• **DIRECTIONS FOR THIS TASK**
Whenever a line in the data contains "apps", show that line.

• **DATASET RECORDS**
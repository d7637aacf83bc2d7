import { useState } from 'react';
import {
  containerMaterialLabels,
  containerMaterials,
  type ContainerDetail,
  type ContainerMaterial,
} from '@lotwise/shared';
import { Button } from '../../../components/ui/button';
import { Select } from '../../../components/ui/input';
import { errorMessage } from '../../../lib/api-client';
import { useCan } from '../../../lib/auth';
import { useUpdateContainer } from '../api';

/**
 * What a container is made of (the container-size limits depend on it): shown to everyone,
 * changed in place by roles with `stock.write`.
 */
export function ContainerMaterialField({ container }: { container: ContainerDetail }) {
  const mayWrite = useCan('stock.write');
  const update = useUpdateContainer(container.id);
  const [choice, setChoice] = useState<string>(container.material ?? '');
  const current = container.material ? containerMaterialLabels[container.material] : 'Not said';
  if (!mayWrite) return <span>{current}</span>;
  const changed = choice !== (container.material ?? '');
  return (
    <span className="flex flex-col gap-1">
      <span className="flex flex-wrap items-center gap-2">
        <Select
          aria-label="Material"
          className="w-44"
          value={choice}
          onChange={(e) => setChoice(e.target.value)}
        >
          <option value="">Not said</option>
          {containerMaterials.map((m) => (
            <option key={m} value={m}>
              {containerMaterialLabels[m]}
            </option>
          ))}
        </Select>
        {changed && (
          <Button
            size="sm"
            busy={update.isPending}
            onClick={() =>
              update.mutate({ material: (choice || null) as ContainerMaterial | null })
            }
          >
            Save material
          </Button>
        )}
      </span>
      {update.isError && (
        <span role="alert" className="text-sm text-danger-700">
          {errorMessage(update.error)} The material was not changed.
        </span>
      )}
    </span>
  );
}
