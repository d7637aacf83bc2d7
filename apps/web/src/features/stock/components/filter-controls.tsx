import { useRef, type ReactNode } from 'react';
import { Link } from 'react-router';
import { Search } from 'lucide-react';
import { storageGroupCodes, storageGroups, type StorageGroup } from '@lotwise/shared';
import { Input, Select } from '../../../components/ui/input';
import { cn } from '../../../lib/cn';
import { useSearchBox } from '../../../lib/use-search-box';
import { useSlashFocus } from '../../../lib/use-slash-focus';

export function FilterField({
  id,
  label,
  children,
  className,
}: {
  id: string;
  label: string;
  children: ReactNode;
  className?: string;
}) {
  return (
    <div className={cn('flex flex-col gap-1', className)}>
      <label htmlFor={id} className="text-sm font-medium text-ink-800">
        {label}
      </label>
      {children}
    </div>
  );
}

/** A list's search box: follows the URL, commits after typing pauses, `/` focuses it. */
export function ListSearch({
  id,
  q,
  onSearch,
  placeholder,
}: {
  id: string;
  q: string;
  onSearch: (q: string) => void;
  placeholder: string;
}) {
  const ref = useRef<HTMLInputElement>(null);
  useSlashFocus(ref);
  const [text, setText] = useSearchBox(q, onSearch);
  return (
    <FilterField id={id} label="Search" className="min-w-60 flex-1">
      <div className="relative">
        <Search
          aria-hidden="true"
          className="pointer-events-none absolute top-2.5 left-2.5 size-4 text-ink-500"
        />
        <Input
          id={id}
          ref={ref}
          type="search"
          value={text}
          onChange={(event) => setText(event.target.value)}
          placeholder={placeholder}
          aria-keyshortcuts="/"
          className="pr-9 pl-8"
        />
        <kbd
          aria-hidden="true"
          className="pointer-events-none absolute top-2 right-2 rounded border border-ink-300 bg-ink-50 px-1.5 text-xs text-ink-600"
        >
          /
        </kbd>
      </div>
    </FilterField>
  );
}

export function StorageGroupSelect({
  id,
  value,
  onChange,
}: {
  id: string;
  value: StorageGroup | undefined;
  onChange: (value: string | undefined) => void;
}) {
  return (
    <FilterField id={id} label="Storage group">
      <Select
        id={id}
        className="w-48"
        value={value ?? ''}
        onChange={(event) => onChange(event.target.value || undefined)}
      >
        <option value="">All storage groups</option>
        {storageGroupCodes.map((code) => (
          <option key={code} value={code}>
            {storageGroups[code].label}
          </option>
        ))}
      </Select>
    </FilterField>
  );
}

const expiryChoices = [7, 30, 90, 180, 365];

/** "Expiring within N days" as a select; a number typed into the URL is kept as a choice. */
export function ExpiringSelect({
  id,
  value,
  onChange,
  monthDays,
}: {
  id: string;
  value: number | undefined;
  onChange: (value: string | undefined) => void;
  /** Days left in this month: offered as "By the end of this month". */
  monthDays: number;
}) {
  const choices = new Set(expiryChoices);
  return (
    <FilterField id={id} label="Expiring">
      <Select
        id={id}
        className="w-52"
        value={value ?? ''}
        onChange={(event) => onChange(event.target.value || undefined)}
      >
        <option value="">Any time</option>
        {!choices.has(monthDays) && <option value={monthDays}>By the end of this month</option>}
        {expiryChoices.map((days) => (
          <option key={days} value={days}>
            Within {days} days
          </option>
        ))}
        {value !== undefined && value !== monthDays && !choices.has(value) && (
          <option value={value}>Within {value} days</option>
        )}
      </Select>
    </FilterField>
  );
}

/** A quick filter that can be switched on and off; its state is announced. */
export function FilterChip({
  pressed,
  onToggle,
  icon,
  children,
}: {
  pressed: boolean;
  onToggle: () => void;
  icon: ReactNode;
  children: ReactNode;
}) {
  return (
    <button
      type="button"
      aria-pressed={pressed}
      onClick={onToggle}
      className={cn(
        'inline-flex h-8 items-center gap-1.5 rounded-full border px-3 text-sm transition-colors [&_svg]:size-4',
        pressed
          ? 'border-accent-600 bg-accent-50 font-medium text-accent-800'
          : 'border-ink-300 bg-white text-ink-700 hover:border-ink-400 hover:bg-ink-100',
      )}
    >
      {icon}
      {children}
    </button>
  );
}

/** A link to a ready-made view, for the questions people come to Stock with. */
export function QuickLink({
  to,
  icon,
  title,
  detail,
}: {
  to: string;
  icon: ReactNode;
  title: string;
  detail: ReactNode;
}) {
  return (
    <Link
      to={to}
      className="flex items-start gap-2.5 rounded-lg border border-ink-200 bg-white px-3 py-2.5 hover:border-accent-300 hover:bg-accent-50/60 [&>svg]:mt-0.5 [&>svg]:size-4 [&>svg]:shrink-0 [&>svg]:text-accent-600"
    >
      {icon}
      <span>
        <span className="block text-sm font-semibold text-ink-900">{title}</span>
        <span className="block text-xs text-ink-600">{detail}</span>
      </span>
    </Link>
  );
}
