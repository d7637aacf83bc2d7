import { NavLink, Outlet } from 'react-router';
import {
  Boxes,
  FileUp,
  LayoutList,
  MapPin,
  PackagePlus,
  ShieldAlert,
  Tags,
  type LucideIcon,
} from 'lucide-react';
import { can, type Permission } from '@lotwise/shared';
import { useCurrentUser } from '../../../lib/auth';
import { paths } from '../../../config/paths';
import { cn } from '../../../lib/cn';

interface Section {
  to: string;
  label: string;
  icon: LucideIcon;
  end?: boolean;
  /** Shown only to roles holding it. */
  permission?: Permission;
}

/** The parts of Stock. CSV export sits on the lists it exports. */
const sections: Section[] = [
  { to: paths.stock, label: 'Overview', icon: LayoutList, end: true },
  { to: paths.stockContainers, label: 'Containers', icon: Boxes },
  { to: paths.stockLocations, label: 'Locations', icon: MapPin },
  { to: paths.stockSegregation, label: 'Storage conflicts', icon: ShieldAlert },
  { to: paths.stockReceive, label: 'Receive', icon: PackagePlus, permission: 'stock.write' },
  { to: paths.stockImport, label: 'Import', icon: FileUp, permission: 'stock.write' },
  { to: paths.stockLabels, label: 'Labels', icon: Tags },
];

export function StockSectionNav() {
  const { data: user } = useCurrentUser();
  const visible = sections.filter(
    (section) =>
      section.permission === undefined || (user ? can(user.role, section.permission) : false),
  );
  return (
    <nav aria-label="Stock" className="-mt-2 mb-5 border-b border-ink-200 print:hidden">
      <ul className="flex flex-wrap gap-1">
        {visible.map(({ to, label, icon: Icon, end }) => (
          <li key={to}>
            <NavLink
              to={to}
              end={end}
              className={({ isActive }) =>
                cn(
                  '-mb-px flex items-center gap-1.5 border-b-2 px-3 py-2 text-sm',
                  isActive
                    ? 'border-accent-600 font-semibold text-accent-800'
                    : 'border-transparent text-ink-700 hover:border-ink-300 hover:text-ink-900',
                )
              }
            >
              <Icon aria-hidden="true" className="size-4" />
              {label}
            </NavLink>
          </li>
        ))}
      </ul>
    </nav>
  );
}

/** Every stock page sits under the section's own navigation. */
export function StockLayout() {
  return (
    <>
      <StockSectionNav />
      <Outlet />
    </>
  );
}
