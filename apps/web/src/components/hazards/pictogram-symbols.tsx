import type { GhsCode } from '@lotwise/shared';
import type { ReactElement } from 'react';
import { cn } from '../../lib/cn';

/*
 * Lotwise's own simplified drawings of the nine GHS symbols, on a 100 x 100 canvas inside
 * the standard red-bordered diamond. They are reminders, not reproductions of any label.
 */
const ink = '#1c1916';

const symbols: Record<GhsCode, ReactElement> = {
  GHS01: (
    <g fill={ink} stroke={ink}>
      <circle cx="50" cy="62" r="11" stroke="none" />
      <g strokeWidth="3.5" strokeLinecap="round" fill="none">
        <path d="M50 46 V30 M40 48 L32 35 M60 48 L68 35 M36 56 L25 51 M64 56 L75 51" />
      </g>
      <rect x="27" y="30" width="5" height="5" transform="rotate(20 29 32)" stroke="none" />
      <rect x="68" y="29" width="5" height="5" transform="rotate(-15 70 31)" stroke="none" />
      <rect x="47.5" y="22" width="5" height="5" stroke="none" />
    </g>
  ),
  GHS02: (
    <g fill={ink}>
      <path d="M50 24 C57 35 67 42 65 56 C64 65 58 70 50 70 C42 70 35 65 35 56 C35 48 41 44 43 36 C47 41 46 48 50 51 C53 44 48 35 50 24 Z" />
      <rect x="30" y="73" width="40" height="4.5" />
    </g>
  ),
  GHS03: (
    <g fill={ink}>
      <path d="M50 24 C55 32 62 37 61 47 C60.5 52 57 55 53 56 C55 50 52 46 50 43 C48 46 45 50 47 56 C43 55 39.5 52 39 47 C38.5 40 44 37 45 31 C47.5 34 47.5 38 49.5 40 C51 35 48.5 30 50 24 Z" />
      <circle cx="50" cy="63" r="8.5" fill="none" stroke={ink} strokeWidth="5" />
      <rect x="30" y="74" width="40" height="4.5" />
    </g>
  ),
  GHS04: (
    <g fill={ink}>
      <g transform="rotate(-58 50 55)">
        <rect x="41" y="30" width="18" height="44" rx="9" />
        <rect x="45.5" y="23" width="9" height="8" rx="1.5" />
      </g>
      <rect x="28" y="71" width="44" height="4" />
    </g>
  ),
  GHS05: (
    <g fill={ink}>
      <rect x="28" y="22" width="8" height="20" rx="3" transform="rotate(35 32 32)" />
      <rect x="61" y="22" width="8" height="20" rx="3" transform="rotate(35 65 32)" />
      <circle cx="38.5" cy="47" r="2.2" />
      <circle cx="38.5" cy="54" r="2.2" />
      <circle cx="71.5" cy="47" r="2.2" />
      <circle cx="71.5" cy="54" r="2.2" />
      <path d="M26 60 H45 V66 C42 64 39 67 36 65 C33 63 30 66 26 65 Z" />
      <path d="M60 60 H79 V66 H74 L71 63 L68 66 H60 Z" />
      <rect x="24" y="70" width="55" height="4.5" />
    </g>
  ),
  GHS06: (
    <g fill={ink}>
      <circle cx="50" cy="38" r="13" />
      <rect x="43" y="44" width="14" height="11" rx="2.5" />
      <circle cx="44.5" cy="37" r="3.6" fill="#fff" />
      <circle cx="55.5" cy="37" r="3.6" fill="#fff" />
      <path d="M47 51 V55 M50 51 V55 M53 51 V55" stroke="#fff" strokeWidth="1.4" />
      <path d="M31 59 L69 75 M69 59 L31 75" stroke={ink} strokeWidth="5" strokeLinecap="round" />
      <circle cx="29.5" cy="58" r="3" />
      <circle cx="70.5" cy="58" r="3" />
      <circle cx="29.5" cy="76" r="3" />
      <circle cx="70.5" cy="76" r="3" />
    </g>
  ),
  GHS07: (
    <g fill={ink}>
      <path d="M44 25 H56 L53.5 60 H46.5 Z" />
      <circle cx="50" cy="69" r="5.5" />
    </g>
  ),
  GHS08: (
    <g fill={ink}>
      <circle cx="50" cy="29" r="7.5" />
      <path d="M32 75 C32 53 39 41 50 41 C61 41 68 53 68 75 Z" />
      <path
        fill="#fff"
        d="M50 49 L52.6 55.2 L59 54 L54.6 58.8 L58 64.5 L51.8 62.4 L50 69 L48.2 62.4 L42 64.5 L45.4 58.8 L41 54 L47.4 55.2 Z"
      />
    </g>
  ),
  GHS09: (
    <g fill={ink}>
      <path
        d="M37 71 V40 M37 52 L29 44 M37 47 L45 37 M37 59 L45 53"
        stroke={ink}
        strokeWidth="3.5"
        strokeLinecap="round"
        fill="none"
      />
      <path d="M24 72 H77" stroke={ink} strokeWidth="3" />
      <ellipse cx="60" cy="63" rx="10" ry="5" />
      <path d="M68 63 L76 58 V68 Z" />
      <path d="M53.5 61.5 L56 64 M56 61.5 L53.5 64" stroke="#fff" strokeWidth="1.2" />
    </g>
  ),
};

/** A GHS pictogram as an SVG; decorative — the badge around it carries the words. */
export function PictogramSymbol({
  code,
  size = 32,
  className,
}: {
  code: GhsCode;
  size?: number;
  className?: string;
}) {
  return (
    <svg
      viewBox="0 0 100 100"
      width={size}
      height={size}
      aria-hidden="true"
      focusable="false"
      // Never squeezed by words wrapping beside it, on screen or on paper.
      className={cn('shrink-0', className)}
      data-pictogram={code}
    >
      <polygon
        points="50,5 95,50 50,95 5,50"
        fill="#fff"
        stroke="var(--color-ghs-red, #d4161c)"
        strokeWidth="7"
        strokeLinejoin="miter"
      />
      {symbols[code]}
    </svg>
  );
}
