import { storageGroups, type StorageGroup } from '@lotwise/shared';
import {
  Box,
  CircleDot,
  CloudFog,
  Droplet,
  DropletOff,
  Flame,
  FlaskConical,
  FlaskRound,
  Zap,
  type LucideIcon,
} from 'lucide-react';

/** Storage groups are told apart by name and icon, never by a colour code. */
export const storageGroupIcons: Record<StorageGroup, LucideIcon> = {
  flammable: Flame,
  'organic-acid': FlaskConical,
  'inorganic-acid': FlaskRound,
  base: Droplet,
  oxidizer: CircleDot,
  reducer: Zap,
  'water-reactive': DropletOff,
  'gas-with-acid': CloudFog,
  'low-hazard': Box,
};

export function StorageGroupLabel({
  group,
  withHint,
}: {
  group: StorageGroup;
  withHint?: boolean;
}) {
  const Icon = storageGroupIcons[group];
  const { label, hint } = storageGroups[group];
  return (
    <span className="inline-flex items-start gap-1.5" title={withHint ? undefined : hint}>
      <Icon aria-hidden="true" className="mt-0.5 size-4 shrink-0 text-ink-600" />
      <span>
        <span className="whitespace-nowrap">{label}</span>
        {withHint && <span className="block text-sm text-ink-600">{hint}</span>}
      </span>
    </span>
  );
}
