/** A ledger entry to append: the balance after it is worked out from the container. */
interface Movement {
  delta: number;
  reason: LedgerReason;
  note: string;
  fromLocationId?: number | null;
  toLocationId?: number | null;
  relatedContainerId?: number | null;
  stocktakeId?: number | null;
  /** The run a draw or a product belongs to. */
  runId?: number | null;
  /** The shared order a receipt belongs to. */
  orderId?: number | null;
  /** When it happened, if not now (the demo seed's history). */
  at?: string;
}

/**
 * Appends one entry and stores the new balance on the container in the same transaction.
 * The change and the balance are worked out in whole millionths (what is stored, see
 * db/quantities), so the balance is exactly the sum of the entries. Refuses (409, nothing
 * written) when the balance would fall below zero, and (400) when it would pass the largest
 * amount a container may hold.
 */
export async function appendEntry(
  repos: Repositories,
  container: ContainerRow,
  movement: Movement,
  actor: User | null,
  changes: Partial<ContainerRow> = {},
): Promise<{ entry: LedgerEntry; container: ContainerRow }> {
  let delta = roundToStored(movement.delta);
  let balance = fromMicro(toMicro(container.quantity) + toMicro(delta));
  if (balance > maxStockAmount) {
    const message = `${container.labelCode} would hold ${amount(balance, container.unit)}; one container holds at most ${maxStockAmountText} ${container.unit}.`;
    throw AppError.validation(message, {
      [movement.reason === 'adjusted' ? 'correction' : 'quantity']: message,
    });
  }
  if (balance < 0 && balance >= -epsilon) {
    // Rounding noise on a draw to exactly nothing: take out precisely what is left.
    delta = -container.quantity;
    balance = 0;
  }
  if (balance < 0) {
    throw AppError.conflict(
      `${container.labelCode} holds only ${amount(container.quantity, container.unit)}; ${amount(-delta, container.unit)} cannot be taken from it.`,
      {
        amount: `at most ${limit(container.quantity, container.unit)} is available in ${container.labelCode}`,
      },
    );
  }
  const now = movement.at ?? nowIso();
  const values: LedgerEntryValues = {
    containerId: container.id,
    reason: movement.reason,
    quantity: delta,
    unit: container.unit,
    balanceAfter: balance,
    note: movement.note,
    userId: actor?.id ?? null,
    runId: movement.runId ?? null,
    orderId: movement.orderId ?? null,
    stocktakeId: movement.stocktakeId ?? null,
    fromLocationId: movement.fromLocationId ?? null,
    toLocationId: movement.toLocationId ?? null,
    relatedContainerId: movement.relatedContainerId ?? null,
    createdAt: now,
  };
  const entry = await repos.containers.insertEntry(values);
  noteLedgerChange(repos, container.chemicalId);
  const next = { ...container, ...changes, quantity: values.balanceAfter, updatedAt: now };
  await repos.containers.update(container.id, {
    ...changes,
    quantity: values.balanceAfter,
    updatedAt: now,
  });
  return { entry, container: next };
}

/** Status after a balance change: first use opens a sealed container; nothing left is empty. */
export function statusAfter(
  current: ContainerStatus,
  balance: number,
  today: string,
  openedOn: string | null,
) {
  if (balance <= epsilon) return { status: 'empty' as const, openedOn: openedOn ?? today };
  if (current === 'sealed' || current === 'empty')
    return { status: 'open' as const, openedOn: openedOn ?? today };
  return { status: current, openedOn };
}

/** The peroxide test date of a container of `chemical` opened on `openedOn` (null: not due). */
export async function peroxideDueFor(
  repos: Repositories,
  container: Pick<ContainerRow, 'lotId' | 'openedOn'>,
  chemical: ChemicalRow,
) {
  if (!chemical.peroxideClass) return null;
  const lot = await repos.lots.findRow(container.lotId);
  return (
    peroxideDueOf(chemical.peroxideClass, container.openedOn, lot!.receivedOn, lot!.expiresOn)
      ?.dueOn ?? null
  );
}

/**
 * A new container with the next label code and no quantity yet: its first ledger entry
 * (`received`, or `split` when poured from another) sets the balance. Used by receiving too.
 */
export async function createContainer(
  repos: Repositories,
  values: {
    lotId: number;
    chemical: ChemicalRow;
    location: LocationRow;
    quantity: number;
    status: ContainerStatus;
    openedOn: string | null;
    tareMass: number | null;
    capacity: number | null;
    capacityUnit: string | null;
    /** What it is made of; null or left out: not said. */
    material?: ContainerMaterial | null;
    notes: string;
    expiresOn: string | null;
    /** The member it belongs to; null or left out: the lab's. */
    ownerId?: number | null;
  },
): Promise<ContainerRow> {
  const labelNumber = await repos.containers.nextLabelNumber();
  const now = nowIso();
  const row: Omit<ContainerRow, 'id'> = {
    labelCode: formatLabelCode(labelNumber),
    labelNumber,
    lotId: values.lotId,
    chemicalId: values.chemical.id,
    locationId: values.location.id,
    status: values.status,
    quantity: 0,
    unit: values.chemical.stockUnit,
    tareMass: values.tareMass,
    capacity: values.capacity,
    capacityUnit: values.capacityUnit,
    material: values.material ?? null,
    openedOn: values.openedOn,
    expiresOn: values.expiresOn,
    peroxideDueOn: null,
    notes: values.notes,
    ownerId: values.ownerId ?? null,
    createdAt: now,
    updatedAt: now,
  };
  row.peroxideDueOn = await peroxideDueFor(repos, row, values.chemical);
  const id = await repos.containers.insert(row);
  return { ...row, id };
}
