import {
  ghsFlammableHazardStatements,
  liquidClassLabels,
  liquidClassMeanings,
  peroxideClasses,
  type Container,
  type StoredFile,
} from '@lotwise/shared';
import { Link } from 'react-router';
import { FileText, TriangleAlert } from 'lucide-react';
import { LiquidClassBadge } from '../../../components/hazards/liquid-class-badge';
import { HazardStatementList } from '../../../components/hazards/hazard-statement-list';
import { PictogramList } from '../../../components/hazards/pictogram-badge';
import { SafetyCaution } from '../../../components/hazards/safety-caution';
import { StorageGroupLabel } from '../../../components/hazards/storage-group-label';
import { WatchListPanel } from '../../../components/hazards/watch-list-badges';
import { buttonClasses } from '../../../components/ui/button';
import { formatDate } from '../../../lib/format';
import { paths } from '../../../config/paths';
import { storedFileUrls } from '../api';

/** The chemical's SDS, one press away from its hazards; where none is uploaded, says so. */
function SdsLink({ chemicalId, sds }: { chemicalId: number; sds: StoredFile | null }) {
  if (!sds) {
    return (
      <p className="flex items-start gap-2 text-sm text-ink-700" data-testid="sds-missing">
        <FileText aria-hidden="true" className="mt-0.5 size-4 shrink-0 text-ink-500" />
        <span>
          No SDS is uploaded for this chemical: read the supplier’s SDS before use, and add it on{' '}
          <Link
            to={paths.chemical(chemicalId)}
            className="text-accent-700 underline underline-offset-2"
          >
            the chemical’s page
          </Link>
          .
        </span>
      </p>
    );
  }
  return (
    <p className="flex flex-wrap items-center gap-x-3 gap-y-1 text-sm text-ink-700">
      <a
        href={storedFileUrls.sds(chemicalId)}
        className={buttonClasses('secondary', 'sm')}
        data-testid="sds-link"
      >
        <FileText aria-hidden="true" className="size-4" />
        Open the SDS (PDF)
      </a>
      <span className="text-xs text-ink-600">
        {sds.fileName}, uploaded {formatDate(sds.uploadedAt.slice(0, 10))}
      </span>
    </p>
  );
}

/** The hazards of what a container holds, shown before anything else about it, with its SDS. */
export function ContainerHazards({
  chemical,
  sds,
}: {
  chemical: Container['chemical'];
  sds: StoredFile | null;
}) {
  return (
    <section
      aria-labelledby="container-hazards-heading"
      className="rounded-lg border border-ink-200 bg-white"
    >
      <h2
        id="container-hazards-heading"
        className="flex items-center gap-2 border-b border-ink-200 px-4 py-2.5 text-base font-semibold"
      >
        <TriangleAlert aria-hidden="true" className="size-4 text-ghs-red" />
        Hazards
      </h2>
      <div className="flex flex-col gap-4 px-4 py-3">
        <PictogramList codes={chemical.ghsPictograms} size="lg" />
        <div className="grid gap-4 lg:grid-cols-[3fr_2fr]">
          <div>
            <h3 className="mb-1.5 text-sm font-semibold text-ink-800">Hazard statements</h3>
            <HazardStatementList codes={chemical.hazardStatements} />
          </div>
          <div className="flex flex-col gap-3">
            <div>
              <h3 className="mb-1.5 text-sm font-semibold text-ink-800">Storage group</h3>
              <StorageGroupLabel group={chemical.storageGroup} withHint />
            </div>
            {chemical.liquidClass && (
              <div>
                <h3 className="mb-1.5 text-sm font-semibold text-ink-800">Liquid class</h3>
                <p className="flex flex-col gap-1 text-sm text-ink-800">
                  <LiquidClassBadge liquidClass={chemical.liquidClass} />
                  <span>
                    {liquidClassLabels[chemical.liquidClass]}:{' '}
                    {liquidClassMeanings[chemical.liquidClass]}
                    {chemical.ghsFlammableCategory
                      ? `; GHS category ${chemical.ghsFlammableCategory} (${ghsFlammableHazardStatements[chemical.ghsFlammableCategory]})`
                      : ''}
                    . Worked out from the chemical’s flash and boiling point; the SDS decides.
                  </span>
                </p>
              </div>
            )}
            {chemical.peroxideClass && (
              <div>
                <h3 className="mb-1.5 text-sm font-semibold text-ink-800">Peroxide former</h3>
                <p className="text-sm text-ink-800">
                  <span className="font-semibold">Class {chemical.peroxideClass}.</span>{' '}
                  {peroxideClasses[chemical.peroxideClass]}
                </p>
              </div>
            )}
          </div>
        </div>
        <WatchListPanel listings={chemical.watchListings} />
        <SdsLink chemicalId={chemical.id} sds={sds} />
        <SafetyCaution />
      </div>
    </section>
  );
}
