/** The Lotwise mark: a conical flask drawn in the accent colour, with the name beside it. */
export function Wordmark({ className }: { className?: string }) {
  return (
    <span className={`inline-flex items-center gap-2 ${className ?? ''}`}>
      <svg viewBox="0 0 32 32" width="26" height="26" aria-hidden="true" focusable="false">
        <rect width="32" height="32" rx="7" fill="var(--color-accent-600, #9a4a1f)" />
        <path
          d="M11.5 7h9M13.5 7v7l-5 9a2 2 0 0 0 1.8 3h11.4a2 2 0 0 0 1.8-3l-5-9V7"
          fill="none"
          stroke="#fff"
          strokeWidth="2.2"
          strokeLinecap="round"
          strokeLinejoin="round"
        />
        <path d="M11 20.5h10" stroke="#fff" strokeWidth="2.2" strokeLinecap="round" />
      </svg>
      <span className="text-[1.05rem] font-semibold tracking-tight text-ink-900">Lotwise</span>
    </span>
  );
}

• **TASK RESULT**
filename apps/web/src/features/stock/components/filter-controls.tsx
filename apps/web/src/components/hazards/pictogram-symbols.tsx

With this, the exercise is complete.